Structural differences between Ub and ISG15 allow switching of vOTU specificity. (A) The top image shows Ub (under a surface with hydrophobic residues colored green) bound to vOTU centered on the N-terminal extension. Ile44 of Ub is indicated on the surface. The image below is a close-up of the interface between Ub (yellow) and vOTU, highlighting the interaction between vOTU Gln16 and Ub Arg42. (B) vOTU in complex with ISG15-C (green) depicted as in (A). Residues Trp123, Pro130, and Phe149 are indicated on the surface of ISG15-C. The image below centers on the vOTU Pro77 interaction with Pro130 and Trp123 of ISG15. (C) Ub-AMC assays for vOTU and mutants. (D) ISG15-AMC assays for vOTU and mutants.

Fig. 6.

Analysis of vOTU cross-reactivity using suicide probes. Ub and ISG15 thioesters were converted with 2-chloroethylamine hydrochloride to suicide inhibitors according to ref. , and tested against vOTU and vOTU mutants.
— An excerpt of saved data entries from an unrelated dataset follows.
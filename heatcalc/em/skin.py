"""Skin depth of a conductor in an alternating magnetic field.

Conventions used throughout :mod:`heatcalc.em`
----------------------------------------------
* Phasors are RMS values with time dependence ``exp(j omega t)``, ``omega = 2 pi f``.
* Inside a conductor of resistivity ``rho`` and relative permeability ``mu_r`` the field obeys
  the diffusion equation ``laplacian(H) = alpha**2 H`` with
  ``alpha = (1 + j) / delta`` and ``alpha**2 = j omega mu_0 mu_r / rho``.
* ``delta`` is the skin depth returned by :func:`skin_depth`.
"""

from __future__ import annotations

import numpy as np
from scipy.constants import mu_0, pi

from heatcalc import _checks as v

__all__ = ["skin_depth", "frequency_for_skin_depth"]


def skin_depth(resistivity, frequency, mu_r=1.0):
    """Skin depth of a conductor.

    Parameters
    ----------
    resistivity : float or array [ohm m]
        Electrical resistivity, > 0.
    frequency : float or array [Hz]
        Supply frequency, > 0.
    mu_r : float or array [-]
        Relative magnetic permeability, >= 1.

    Returns
    -------
    float or array [m]
        Skin depth, broadcast over the arguments.

    Raises
    ------
    ValueError
        If resistivity or frequency is not > 0, or mu_r < 1.

    Notes
    -----
    ``delta = sqrt(2 rho / (omega mu_0 mu_r)) = sqrt(rho / (pi f mu_0 mu_r))``. The field
    amplitude in a thick conductor falls by 1/e over one skin depth. Valid while the
    displacement current is negligible (f << 1/(rho eps_0), always the case for metals).

    References
    ----------
    J. Davies, Conduction and Induction Heating, Peter Peregrinus, 1990, ch. 2.

    Examples
    --------
    Copper at 20 degC (1.678e-8 ohm m) at 60 Hz:

    >>> round(float(skin_depth(1.678e-8, 60.0)) * 1e3, 2)
    8.42
    """
    rho = v.positive("resistivity", resistivity, "ohm m")
    f = v.positive("frequency", frequency, "Hz")
    mu = v.at_least("mu_r", mu_r, 1.0, "-")
    return v.scalar_or_array(np.sqrt(rho / (pi * f * mu_0 * mu)))


def frequency_for_skin_depth(skin_depth, resistivity, mu_r=1.0):
    """Frequency at which a conductor has a given skin depth.

    Parameters
    ----------
    skin_depth : float or array [m]
        Wanted skin depth, > 0.
    resistivity : float or array [ohm m]
        Electrical resistivity, > 0.
    mu_r : float or array [-]
        Relative magnetic permeability, >= 1.

    Returns
    -------
    float or array [Hz]
        ``f = rho / (pi mu_0 mu_r delta**2)``, the inverse of :func:`skin_depth`.

    Raises
    ------
    ValueError
        If skin_depth or resistivity is not > 0, or mu_r < 1.

    Examples
    --------
    >>> f = frequency_for_skin_depth(2e-3, 1.2e-6)
    >>> round(float(f))
    75991
    """
    delta = v.positive("skin_depth", skin_depth, "m")
    rho = v.positive("resistivity", resistivity, "ohm m")
    mu = v.at_least("mu_r", mu_r, 1.0, "-")
    return v.scalar_or_array(rho / (pi * mu_0 * mu * delta**2))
Reactions were stopped after 5 min, resolved on SDS-PAGE gels and Coomassie stained. (A) Reaction of vOTU and mutants with Ub and ISG15 suicide probes. (B) Reaction of vOTU, vOTU Q16R, and vOTU P77D with Ub, Ub R42A, ISG15, and ISG15 W123R mutant suicide probes. WT; wild-type vOTU.

Fig. 7.

Verification of vOTU mutant specificity against in vivo substrates. (A) PolyUb UBE2S was incubated with wild-type and mutant vOTU and ubiquitinated species were detected by Western blotting with an anti-Ub antibody (Millipore). (B) HeLa cells were stimulated with IFNβ according to ref. , and total cell lysates were incubated with vOTU and mutants. ISG15 was detected by Western blotting with an anti-ISG15 antibody (Santa Cruz). WT; wild-type vOTU.